I crawled up to a crouch, braced myself, and I hurled the axe as hard as I could, straight at his head.
My aim wasn’t perfect.
I caught him in the neck, and there—where the toxin was eating away at him, ever so slowly—his skin split beneath the blade.
No one was more astonished than I was, except possibly Emma.
No, not Emma after all. Emma did not see my blow, for she was unconscious. She’d slipped down to the floor, folded over like a ragdoll cast aside. Beneath her face, a dribble of blood and saliva pooled. Her gore-soaked hair was sticking to the floorboards, and her eyes were not quite closed.
But I couldn’t rush to her side. Not yet.
I was transfixed by the axe, even as he pulled it free of his skull and tossed it out of my immediate reach. He clutched the wound it left behind, and blood the color of tar squeezed out from between his fingers.
I grabbed at the table and used it to pull myself up, knocking it over in the process.
But then I lunged at Doctor Phillip Zollicoffer, who had once sent us friendly notes about crustaceans and cephalopods, and had mailed us a box of chocolates shaped like seashells at Christmas, and had murdered countless people, lost his mind, his humanity, his soul—if I could bring myself to believe in souls anymore.

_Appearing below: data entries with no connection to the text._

package daemon

import (
	"errors"
	"fmt"
	"math"
	"slices"
	"sync/atomic"
	"time"

	"github.com/nats-io/nats.go"
	"github.com/prometheus/client_golang/prometheus"

	"lariat/daemon/record"
	"lariat/online"
	"lariat/sink"
)

// Rate limit of prediction alerts, per model: a token bucket of
// predictionBurst tokens refilled at predictionRate per second of wall
// clock. A prediction over the threshold with no token left is counted in
// lariat_prediction_alerts_suppressed_total{model} and dropped. Prediction
// alerts do not use drift.cooldown: each record is its own event, and the
// bucket only protects the bus and the people reading the alerts from a
// flood (a stuck sensor can push every record over the threshold).
const (
	predictionBurst = 10
	predictionRate  = 1.0
	// topContributions is how many features a prediction alert names.
	topContributions = 5
)

// scorer scores the unlabeled records of a logistic model's score_subject
// against its alert threshold. It runs on the subscription's goroutine
// (nats.go delivers one message at a time per subscription), owns its
// decoder and bucket, and reads only the latest published, immutable
// snapshot of the model: it never touches the live ladder, so scoring does
// not slow the learner and sees a new model or threshold at the next
// publication.
type scorer struct {
	d *Daemon
	w *worker

	subscribed atomic.Bool

	dec    *record.Decoder
	known  int // len(names) the decoder was built for
	rec    record.Record
	bucket tokenBucket
	seq    uint64
	order  []int // scratch: feature indices by |contribution|

	scored, suppressed prometheus.Counter
}

// scoredDesc and suppressedDesc describe the scoring counters (by model),
// registered once per registry.
var (
	scoredDesc = prometheus.CounterOpts{
		Name: "lariat_records_scored_total",
		Help: "Unlabeled records scored on a model's score_subject.",
	}
	suppressedDesc = prometheus.CounterOpts{
		Name: "lariat_prediction_alerts_suppressed_total",
		Help: "Prediction alerts dropped by the per-model rate limit.",
	}
)

// newScorer returns the scorer of w, or nil when the model has no
// score_subject.
func newScorer(w *worker) *scorer {
	if w.cfg.ScoreSubject == "" || !w.cfg.Logistic() {
		return nil
	}
	s := &scorer{d: w.d, w: w, bucket: tokenBucket{tokens: predictionBurst}}
	s.scored = counterVec(w.d, scoredDesc).WithLabelValues(w.name)
	s.suppressed = counterVec(w.d, suppressedDesc).WithLabelValues(w.name)
	return s
}

// counterVec registers (once per registry) and returns a counter vector by
// model.
func counterVec(d *Daemon, o prometheus.CounterOpts) *prometheus.CounterVec {
	v := prometheus.NewCounterVec(o, []string{"model"})
	if err := d.reg.Register(v); err != nil {
		var are prometheus.AlreadyRegisteredError
		if errors.As(err, &are) {
			if old, ok := are.ExistingCollector.(*prometheus.CounterVec); ok {
				return old
			}
		}
		d.log.Error("metric not registered", "name", o.Name, "err", err)
	}
	return v
}

// scorerOf returns w's scorer, or nil.
func scorerOf(w *worker) *scorer {
	for _, o := range w.obs {
		if t, ok := o.(*tuner); ok {
			return t.scoring
		}
	}
	return nil
}

// subscribeScoring subscribes every model's score_subject through d.in
// (so shutdown drains it and its drops are counted); Run calls it right
// after subscribing the models' subjects.
func (d *Daemon) subscribeScoring() error {
	for _, w := range d.workers {
		if s := scorerOf(w); s != nil {
			if err := s.subscribe(); err != nil {
				return err
			}
		}
	}
	return nil
}

// subscribe subscribes the score subject (once).
func (s *scorer) subscribe() error {
	if !s.subscribed.CompareAndSwap(false, true) {
		return nil
	}
	subj := s.w.cfg.ScoreSubject
	if err := s.d.in.subscribe(subj, []*worker{s.w}, s.handle); err != nil {
		return fmt.Errorf("daemon: subscribing score subject %s: %w", subj, err)
	}
	s.w.log.Info("scoring unlabeled records", "subject", subj)
	return nil
}

// handle scores one message.
func (s *scorer) handle(m *nats.Msg) {
	w := s.w
	snap := w.snap.Load()
	if snap == nil {
		s.d.reject(w, m.Subject, "not_ready", "no model published yet to score against", m.Data)
		return
	}
	if len(snap.names) != s.known || s.dec == nil {
		s.dec = scoringDecoder(w, snap.names)
		s.known = len(snap.names)
	}
	if err := s.dec.Decode(m.Data, &s.rec); err != nil {
		reason, detail := decodeReason(err)
		s.d.reject(w, m.Subject, reason, detail, m.Data)
		return
	}
	s.seq++
	s.scored.Inc()
	x := s.rec.X[:min(len(s.rec.X), len(snap.names))]
	p, thr, over := overThreshold(snap, x)
	if !over {
		return
	}
	if !s.bucket.take(time.Now()) {
		s.suppressed.Inc()
		return
	}
	s.d.sendAlert(w, s.alert(snap, x, p, thr))
}

// scoringDecoder builds an unlabeled decoder with the model's feature
// order: the configured list, then the names the model learned.
func scoringDecoder(w *worker, names []string) *record.Decoder {
	fixed := len(w.cfg.Features)
	return record.NewDecoder(&record.DecoderOptions{
		Features:    w.cfg.Features,
		Learned:     names[min(fixed, len(names)):],
		MaxFeatures: max(w.dim, len(names)),
		Missing:     w.cfg.Missing,
		Unlabeled:   true,
	})
}

// overThreshold returns the probability of x under the snapshot, the
// threshold, and whether p ≥ threshold.
func overThreshold(snap *snapshot, x []float64) (p, thr float64, over bool) {
	m := snap.model
	p = online.Sigmoid(etaPrefix(m, x))
	thr = 0.5
	if t := snap.doc.Threshold; t != nil {
		thr = t.Value
	}
	return p, thr, p >= thr
}

// etaPrefix evaluates m on x, which may be shorter than the model (the
// missing tail counts at the mean, contributing nothing).
func etaPrefix(m *online.Model, x []float64) float64 {
	eta := m.Intercept
	for j, c := range m.Coef {
		v := m.Mean[j]
		if j < len(x) && !math.IsNaN(x[j]) {
			v = x[j]
		}
		eta += c * v
	}
	return eta
}

// alert builds a prediction alert: the probability, the threshold, and the
// (at most) five features that contributed most, by |coef·(x − mean)|, the
// record's contribution to η relative to a record at the window means
// (η = η(mean) + Σ coef_j·(x_j − mean_j); a missing value contributes 0).
func (s *scorer) alert(snap *snapshot, x []float64, p, thr float64) *sink.Alert {
	m := snap.model
	contrib := func(j int) float64 {
		if j >= len(x) || math.IsNaN(x[j]) {
			return 0
		}
		return m.Coef[j] * (x[j] - m.Mean[j])
	}
	s.order = s.order[:0]
	for j, c := range m.Coef {
		if c != 0 && contrib(j) != 0 {
			s.order = append(s.order, j)
		}
	}
	slices.SortStableFunc(s.order, func(a, b int) int {
		ca, cb := math.Abs(contrib(a)), math.Abs(contrib(b))
		switch {
		case ca > cb:
			return -1
		case ca < cb:
			return 1
		}
		return 0
	})
	top := s.order[:min(topContributions, len(s.order))]
	a := &sink.Alert{
		Model:         s.w.name,
		Kind:          sink.KindPrediction,
		Severity:      sink.SeverityWarning,
		Statistic:     p,
		Threshold:     thr,
		Windows:       sink.AlertWindows{Train: snap.doc.Records.Window, Holdout: snap.doc.Records.Holdout},
		Seq:           s.seq,
		Probability:   &p,
		Contributions: make(map[string]float64, len(top)),
	}
	if s.rec.HasT {
		a.Time = time.UnixMilli(s.rec.T).UTC()
	}
	for _, j := range top {
		name := featureName(snap.names, j)
		a.Features = append(a.Features, name)
		a.Contributions[name] = contrib(j)
	}
	a.Message = fmt.Sprintf("p = %.3f ≥ threshold %.3f (model version %d); top contributions coef·(x − mean): %v",
		p, thr, snap.doc.Version, a.Features)
	return a
}

// tokenBucket is a token bucket on the wall clock: up to predictionBurst
// tokens, refilled at predictionRate per second.
type tokenBucket struct {
	tokens float64
	last   time.Time
}

// take refills the bucket for the time since the last call and takes a
// token if one is left.
func (b *tokenBucket) take(now time.Time) bool {
	if !b.last.IsZero() {
		if dt := now.Sub(b.last).Seconds(); dt > 0 {
			b.tokens = min(predictionBurst, b.tokens+dt*predictionRate)
		}
	}
	b.last = now
	if b.tokens < 1 {
		return false
	}
	b.tokens--
	return true
}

I lunged for him because somehow, he had killed Nance, and in some way he’d killed me, too. What on earth was left for me without her? A sister who loathed me, and a daft doctor who only wanted to help? There was nothing left worth counting.
I lunged for him, and I caught him in the torso, where his skin was peeling, crackling, and turning black. The toxin was still working, still weakening him. I took it as encouragement. I needed some. I needed something other than the press of his horrible body, and the stink of his skin corroding before my eyes.